Vedovato avalia que os episódios de problema na balneabilidade registrados em algumas praias neste ano são pontuais. Além disso, afirmou que não estão relacionados à ineficiência dos sistemas implantados, mas, principalmente, a despejos irregulares. “Quando aparecem pontos impróprios para banho, especialmente em áreas urbanas já atendidas por rede, isso normalmente está relacionado com as ligações clandestinas antigas ou a esgoto lançado na drenagem pluvial. Não é m problema da rede em si, mas de usos irregulares que ainda precisam ser corrigidos com fiscalização”, afirmou.

Para o delegado do Sindicato da Habitação do Rio Grande do Sul (Secovi/RS), Marcelo Callegaro, embora o avanço do saneamento seja indispensável para o desenvolvimento do Litoral Norte, o modelo adotado para o lançamento do efluente gera preocupação. “O saneamento básico é extremamente necessário para qualquer cidade e no nosso Litoral Norte ele está bastante atrasado. A Corsan, quando foi privatizada, começou a investir bastante na questão do saneamento. Ele está acontecendo, mas despejar o esgoto nas lagoas, mesmo que tratado, pode não ser a solução ideal”, afirmou.

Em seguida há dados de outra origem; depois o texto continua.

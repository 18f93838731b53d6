import { requireRole } from '@/lib/auth/roles';
import { deleteBlend } from '@/lib/data/blends';
import { notFound, route } from '@/lib/http';
import { uuid } from '@/lib/validations/common';

type Context = { params: Promise<{ propertyId: string; blendId: string }> };

/** Removes a saved blend. Plantings made from it keep their own copy of the species and shares. */
export const DELETE = route(async (_request, { params }: Context) => {
  const { propertyId, blendId } = await params;
  await requireRole(propertyId, 'manager');
  if (!uuid.safeParse(blendId).success || !(await deleteBlend(propertyId, blendId))) throw notFound();
  return new Response(null, { status: 204 });
});
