const CATALOG: SpeciesInput[] = [
  {
    id: 'white-clover',
    name: 'White clover (ladino type)',
    kind: 'clover',
    season: 'cool',
    lifeCycle: 'perennial',
    minSoilTempF: s(40, MEMORY),
    optimumSoilTempF: s([55, 75], MEMORY),
    // The guides differ: 4–6 (Alabama, citing Ball et al.) and 8 (MSU M1591) broadcast; the range spans both.
    broadcastRateLbPerAcre: s([4, 8], `4–6: ${ALABAMA_BALL}; 8: ${MSU_M1591}`),
    drilledRateLbPerAcre: s([3, 4], `${ALABAMA_BALL}; ${MSU_M1591}: 4; ${UF_IFAS_TAYLOR}: 3–4`),
    seedDepthIn: s([0.125, 0.25], `${PENN_STATE_WHITE_CLOVER}; ${UF_IFAS_TAYLOR}: 0–¼ in (⅛ in as the shallow end is from memory)`),
    daysToEmergence: s([5, 10], MEMORY),
    frostTolerance: s('hardy', MEMORY),
    fallWeeksBeforeFirstFrost: s(8, MEMORY),
    seedsPerLb: s(800_000, `${PENN_STATE_WHITE_CLOVER}: about 800,000 seeds per lb`),
    frostSeedable: true,
    frostSeedingRateLbPerAcre: s([1, 2], FROST_WHITE_CLOVER),
  },
  {
    id: 'red-clover',
    name: 'Red clover',
    kind: 'clover',
    season: 'cool',
    lifeCycle: 'perennial', // short-lived perennial (OSU ANR-0132)
    minSoilTempF: s(41, OSU_RED_CLOVER),
    optimumSoilTempF: s([55, 75], MEMORY),
    broadcastRateLbPerAcre: s([12, 15], ALABAMA_BALL),
    drilledRateLbPerAcre: s([6, 8], ALABAMA_BALL),
    seedDepthIn: s([0.25, 0.5], OSU_RED_CLOVER),
    daysToEmergence: s([5, 10], MEMORY),
    frostTolerance: s('hardy', `${OSU_RED_CLOVER}: winter survival expected`),
    fallWeeksBeforeFirstFrost: s(8, MEMORY),
    seedsPerLb: s(272_200, OSU_RED_CLOVER),
    frostSeedable: true, // OSU ANR-0132: "may also be frost-seeded"
    frostSeedingRateLbPerAcre: s([6, 8], FROST_RED_CLOVER),
  },
  {
    id: 'crimson-clover',
    name: 'Crimson clover',
    kind: 'clover',
    season: 'cool',
    lifeCycle: 'annual',
    minSoilTempF: s(42, OSU_CRIMSON),
    optimumSoilTempF: s([55, 75], MEMORY),
    broadcastRateLbPerAcre: s([22, 30], MSU_UGA_CRIMSON),
    drilledRateLbPerAcre: s([15, 18], MSU_UGA_CRIMSON),
    seedDepthIn: s([0.25, 0.5], OSU_CRIMSON),
    daysToEmergence: s([5, 10], MEMORY),
    frostTolerance: s('hardy', `${MEMORY}; OSU ANR-0129 notes great variation in winter hardiness between varieties`),
    // 6–8 weeks before the average first frost; 6 is the latest that still meets it.
    fallWeeksBeforeFirstFrost: s(6, `${MSU_UGA_CRIMSON}: sow 6–8 weeks before the average first frost`),
    seedsPerLb: s(149_700, OSU_CRIMSON),
    frostSeedable: false, // OSU ANR-0129: "does not frost-seed well"
  },
  {
    id: 'arrowleaf-clover',
    name: 'Arrowleaf clover',
    kind: 'clover',
    season: 'cool',
    lifeCycle: 'annual',
    minSoilTempF: s(40, MEMORY),
    optimumSoilTempF: s([55, 75], MEMORY),
    broadcastRateLbPerAcre: s([8, 12], `${MSU_M1591}: 12; the lower end from memory`),
    drilledRateLbPerAcre: s([5, 8], `${MSU_M1591}: 8; the lower end from memory`),
    seedDepthIn: s([0.125, 0.25], MEMORY),
    daysToEmergence: s([5, 10], MEMORY),
    frostTolerance: s('hardy', MEMORY),
    fallWeeksBeforeFirstFrost: s(8, MEMORY),
    seedsPerLb: s(400_000, MEMORY),
    frostSeedable: false,
  },
  {
    id: 'berseem-clover',
    name: 'Berseem clover',
    kind: 'clover',
    season: 'cool',
    lifeCycle: 'annual',
    minSoilTempF: s(40, MEMORY),
    optimumSoilTempF: s([55, 75], MEMORY),
    broadcastRateLbPerAcre: s([15, 20], `${MSU_M1591}: 20; the lower end from memory`),
    drilledRateLbPerAcre: s([10, 15], `${MSU_M1591}: 10; the upper end from memory`),
    seedDepthIn: s([0.25, 0.5], MEMORY),
    daysToEmergence: s([5, 10], MEMORY),
    frostTolerance: s('light', MEMORY),
    fallWeeksBeforeFirstFrost: s(8, MEMORY),
    seedsPerLb: s(200_000, MEMORY),
    frostSeedable: false,
  },
  {
    id: 'alfalfa',
    name: 'Alfalfa',
    kind: 'legume',
    season: 'cool',
    lifeCycle: 'perennial',
    minSoilTempF: s(40, `${NDSU_UMN_ALFALFA}: germination begins near 40 °F`),
    optimumSoilTempF: s([60, 77], MEMORY),
    broadcastRateLbPerAcre: s([15, 20], `${MSU_M1591}: 20; the lower end from memory`),
    drilledRateLbPerAcre: s([12, 15], `${MSU_M1591}: 15; the lower end from memory`),
    seedDepthIn: s([0.25, 0.5], MEMORY),
    daysToEmergence: s([3, 7], MEMORY),
    frostTolerance: s('hardy', MEMORY),
    fallWeeksBeforeFirstFrost: s(8, `${NDSU_UMN_ALFALFA}: about 8 weeks of growth before a killing frost`),
    seedsPerLb: s(220_000, MEMORY),
    frostSeedable: false,
  },
  {
    id: 'chicory',
    name: 'Chicory (forage type)',
    kind: 'forb',
    season: 'cool',
    lifeCycle: 'perennial',
    minSoilTempF: s(40, MEMORY),
    optimumSoilTempF: s([55, 75], MEMORY),
    broadcastRateLbPerAcre: s([4, 5], MEMORY),
    drilledRateLbPerAcre: s([3, 4], MEMORY),
    seedDepthIn: s([0.25, 0.5], PENN_STATE_CHICORY),
    daysToEmergence: s([3, 7], MEMORY),
    frostTolerance: s('hardy', MEMORY),
    fallWeeksBeforeFirstFrost: s(8, `${MEMORY}; Penn State warns late summer seedings may not establish before winter`),
    seedsPerLb: s(227_000, MEMORY),
    frostSeedable: true, // Penn State describes frost seeding chicory into existing pasture
  },
  {
    id: 'forage-rape',
    name: 'Forage rape',
    kind: 'brassica',
    season: 'cool',
    lifeCycle: 'annual',
    minSoilTempF: s(45, `${MEMORY}; taken equal to forage turnip (same genus, ${OSU_TURNIP})`),
    optimumSoilTempF: s([55, 85], MEMORY),
    broadcastRateLbPerAcre: s([10, 12], ALABAMA_BALL),
    drilledRateLbPerAcre: s([5, 8], `${MEMORY}; OSU (Penrose 2003) gives 3.5–4 lb/acre for rape`),
    seedDepthIn: s([0.25, 0.5], MEMORY),
    daysToEmergence: s([3, 7], MEMORY),
    frostTolerance: s('hardy', OSU_BRASSICA_DAYS),
    fallWeeksBeforeFirstFrost: s(8, OSU_BRASSICA_DAYS),
    seedsPerLb: s(157_000, MEMORY),
    frostSeedable: false,
  },
  {
    id: 'turnip',
    name: 'Turnip (forage type)',
    kind: 'brassica',
    season: 'cool',
    lifeCycle: 'annual',
    minSoilTempF: s(45, `${OSU_TURNIP}: minimum germination temperature 45 °F (Harrington's table gives 40 °F)`),
    optimumSoilTempF: s([60, 105], `${HARRINGTON}: turnip optimum range`),
    broadcastRateLbPerAcre: s([3, 4], `${OSU_TURNIP}: broadcast without incorporation, pure live seed`),
    drilledRateLbPerAcre: s([1.5, 2], OSU_BRASSICA_RATES),
    seedDepthIn: s([0.25, 0.5], OSU_TURNIP),
    daysToEmergence: s([1, 2], `${HARRINGTON}: days to seedlings at 68–86 °F from ½ in depth`),
    frostTolerance: s('hardy', OSU_BRASSICA_DAYS),
    fallWeeksBeforeFirstFrost: s(8, OSU_BRASSICA_DAYS),
    seedsPerLb: s(192_800, OSU_TURNIP),
    frostSeedable: false,
  },
  {
    id: 'forage-radish',
    name: 'Forage radish',
    kind: 'brassica',
    season: 'cool',
    lifeCycle: 'annual',
    minSoilTempF: s(45, `${OSU_RADISH}: minimum germination temperature 45 °F (Harrington's table gives 40 °F)`),
    optimumSoilTempF: s([45, 90], `${HARRINGTON}: radish optimum range`),
    broadcastRateLbPerAcre: s([12, 15], UGA_RADISH),
    drilledRateLbPerAcre: s([10, 12], UGA_RADISH),
    seedDepthIn: s([0.25, 0.5], OSU_RADISH),
    daysToEmergence: s([3, 4], `${HARRINGTON}: days to seedlings at 68–86 °F from ½ in depth`),
    frostTolerance: s('light', `${OSU_RADISH}: winter survival seldom; ${UGA_RADISH}: unaffected by early frost`),
    fallWeeksBeforeFirstFrost: s(6, MEMORY),
    seedsPerLb: s(34_000, OSU_RADISH),
    frostSeedable: false,
  },
  {
    id: 'cereal-rye',
    name: 'Cereal rye',
    kind: 'grain',
    season: 'cool',
    lifeCycle: 'annual',
    minSoilTempF: s(34, `${SARE}: germinates as low as 34 °F`),
    optimumSoilTempF: s([55, 70], MEMORY),
    broadcastRateLbPerAcre: s([90, 160], SARE),
    drilledRateLbPerAcre: s([60, 120], SARE),
    seedDepthIn: s([1, 2], `${UF_IFAS_TAYLOR}: rye for forage 1–2 in`),
    daysToEmergence: s([4, 7], MEMORY),
    frostTolerance: s('hardy', SARE),
    fallWeeksBeforeFirstFrost: s(2, `${COMMON}: rye still establishes when sown close to frost`),
    seedsPerLb: s(18_000, MEMORY),
    frostSeedable: false,
  },
  {
    id: 'winter-wheat',
    name: 'Winter wheat',
    kind: 'grain',
    season: 'cool',
    lifeCycle: 'annual',
    minSoilTempF: s(40, NDSU),
    optimumSoilTempF: s([45, 50], NDSU_OPTIMUM),
    broadcastRateLbPerAcre: s([90, 120], ALABAMA_BALL),
    drilledRateLbPerAcre: s([50, 80], ALABAMA_BALL),
    seedDepthIn: s([1, 2], `${UF_IFAS_TAYLOR}: wheat for forage 1–2 in`),
    daysToEmergence: s([5, 10], MEMORY),
    frostTolerance: s('hardy', MEMORY),
    fallWeeksBeforeFirstFrost: s(4, MEMORY),
    seedsPerLb: s(15_000, MEMORY),
    frostSeedable: false,
  },
  {
    id: 'oats',
    name: 'Oats',
    kind: 'grain',
    season: 'cool',
    lifeCycle: 'annual',
    minSoilTempF: s(45, NDSU),
    optimumSoilTempF: s([50, 55], NDSU_OPTIMUM),
    // The guides differ: 80–100 (Alabama, citing Ball et al.), 96–128 (UF/IFAS), 120–150 (MSU M1591) broadcast.
    broadcastRateLbPerAcre: s([80, 150], `80–100: ${ALABAMA_BALL}; 120–150: ${MSU_M1591}; ${UF_IFAS_TAYLOR}: 96–128 (3–4 bu)`),
    drilledRateLbPerAcre: s([90, 100], MSU_M1591),
    seedDepthIn: s([1, 2], UF_IFAS_TAYLOR),
    daysToEmergence: s([5, 10], MEMORY),
    frostTolerance: s('light', `${MEMORY}: oats winter-kill in hard freezes`),
    fallWeeksBeforeFirstFrost: s(6, MEMORY),
    seedsPerLb: s(14_000, MEMORY),
    frostSeedable: false,
  },
  {
    id: 'austrian-winter-peas',
    name: 'Austrian winter peas',
    kind: 'legume',
    season: 'cool',
    lifeCycle: 'annual',
    minSoilTempF: s(40, `${HARRINGTON}: pea minimum 40 °F`),
    optimumSoilTempF: s([40, 75], `${HARRINGTON}: pea optimum range`),
    broadcastRateLbPerAcre: s([50, 70], `${MSU_M1591}: 50; the upper end from memory`),
    drilledRateLbPerAcre: s([30, 50], `${MSU_M1591}: 30; the upper end from memory`),
    seedDepthIn: s([1, 2], MEMORY),
    daysToEmergence: s([6, 9], `${HARRINGTON}: pea, days to seedlings at 59–77 °F`),
    frostTolerance: s('hardy', MEMORY),
    fallWeeksBeforeFirstFrost: s(6, MEMORY),
    seedsPerLb: s(4_000, MEMORY),
    frostSeedable: false,
  },
  {
    id: 'soybeans',
    name: 'Soybeans (forage type)',
    kind: 'legume',
    season: 'warm',
    lifeCycle: 'annual',
    minSoilTempF: s(50, NDSU),
    optimumSoilTempF: s([55, 60], NDSU_OPTIMUM),
    broadcastRateLbPerAcre: s([80, 100], MEMORY),
    drilledRateLbPerAcre: s([50, 70], MEMORY),
    seedDepthIn: s([1, 1.5], MEMORY),
    daysToEmergence: s([5, 10], MEMORY),
    frostTolerance: s('tender', MEMORY),
    fallWeeksBeforeFirstFrost: s(10, MEMORY),
    seedsPerLb: s(2_800, MEMORY),
    frostSeedable: false,
  },
  {
    id: 'cowpeas',
    name: 'Cowpeas',
    kind: 'legume',
    season: 'warm',
    lifeCycle: 'annual',
    minSoilTempF: s(65, `${SARE}: plant when soil reaches 65 °F`),
    optimumSoilTempF: s([70, 85], MEMORY),
    broadcastRateLbPerAcre: s([40, 90], ALABAMA_BALL),
    drilledRateLbPerAcre: s([30, 50], MEMORY),
    seedDepthIn: s([1, 2], MEMORY),
    daysToEmergence: s([5, 10], MEMORY),
    frostTolerance: s('tender', MEMORY),
    fallWeeksBeforeFirstFrost: s(10, MEMORY),
    seedsPerLb: s(3_600, MEMORY),
    frostSeedable: false,
  },
  {
    id: 'corn',
    name: 'Corn',
    kind: 'grain',
    season: 'warm',
    lifeCycle: 'annual',
    minSoilTempF: s(50, NDSU),
    optimumSoilTempF: s([55, 60], NDSU_OPTIMUM),
    broadcastRateLbPerAcre: s([15, 20], MEMORY),
    drilledRateLbPerAcre: s([10, 15], MEMORY),
    seedDepthIn: s([1.5, 2], MEMORY),
    daysToEmergence: s([4, 7], `${HARRINGTON}: corn, days to seedlings at 68–86 °F from ½ in depth`),
    frostTolerance: s('tender', MEMORY),
    fallWeeksBeforeFirstFrost: s(16, `${MEMORY}: grain needs about 100–120 days`),
    seedsPerLb: s(1_500, MEMORY),
    frostSeedable: false,
  },
  {
    id: 'grain-sorghum',
    name: 'Grain sorghum',
    kind: 'grain',
    season: 'warm',
    lifeCycle: 'annual',
    minSoilTempF: s(60, MEMORY),
    optimumSoilTempF: s([65, 85], MEMORY),
    broadcastRateLbPerAcre: s([15, 20], MEMORY),
    drilledRateLbPerAcre: s([8, 12], MEMORY),
    seedDepthIn: s([1, 1.5], MEMORY),
    daysToEmergence: s([5, 10], MEMORY),
    frostTolerance: s('tender', MEMORY),
    fallWeeksBeforeFirstFrost: s(14, MEMORY),
    seedsPerLb: s(15_000, MEMORY),
    frostSeedable: false,
  },
  {
    id: 'buckwheat',
    name: 'Buckwheat',
    kind: 'forb',
    season: 'warm',
    lifeCycle: 'annual',
    minSoilTempF: s(65, CORNELL_BUCKWHEAT),
    optimumSoilTempF: s([70, 85], MEMORY),
    broadcastRateLbPerAcre: s([60, 75], MEMORY),
    drilledRateLbPerAcre: s([50, 60], MEMORY),
    seedDepthIn: s([0.5, 1.5], MEMORY),
    daysToEmergence: s([3, 5], MEMORY),
    frostTolerance: s('tender', MEMORY),
    fallWeeksBeforeFirstFrost: s(6, CORNELL_BUCKWHEAT_WEEKS),
    seedsPerLb: s(15_000, MEMORY),
    frostSeedable: false,
  },
];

O representante do setor também cita a informação de que o efluente teria 95% de tratamento antes do lançamento, argumento utilizado em audiências públicas e debates técnicos. “A gente espera uma decisão uma liminar que não aceite o despejo pelo menos nesse momento”, disse.

O diretor executivo da Diretoria Leste da Corsan Aegea, Vitor Hugo Vieira Barros Gabriel, afirma que não há percentual parcial no processo. “Não existe 95%. Assim, 100% do esgoto que a gente coleta é tratado. Todo o efluente passa pelos parâmetros técnicos exigidos e, uma vez atendidos, é devolvido ao meio ambiente.”

Gabriel afirmou ainda que, pela legislação, a empresa é obrigada a atender parâmetros para fazer o lançamento do esgoto. “Em Xangri-Lá, o parâmetro é ainda mais restritivo do que as legislações estadual e federal. Se eu pegar um copo de água mineral e colocar ao lado de um copo com o efluente, afirmo que não é possível ver nenhuma diferença.”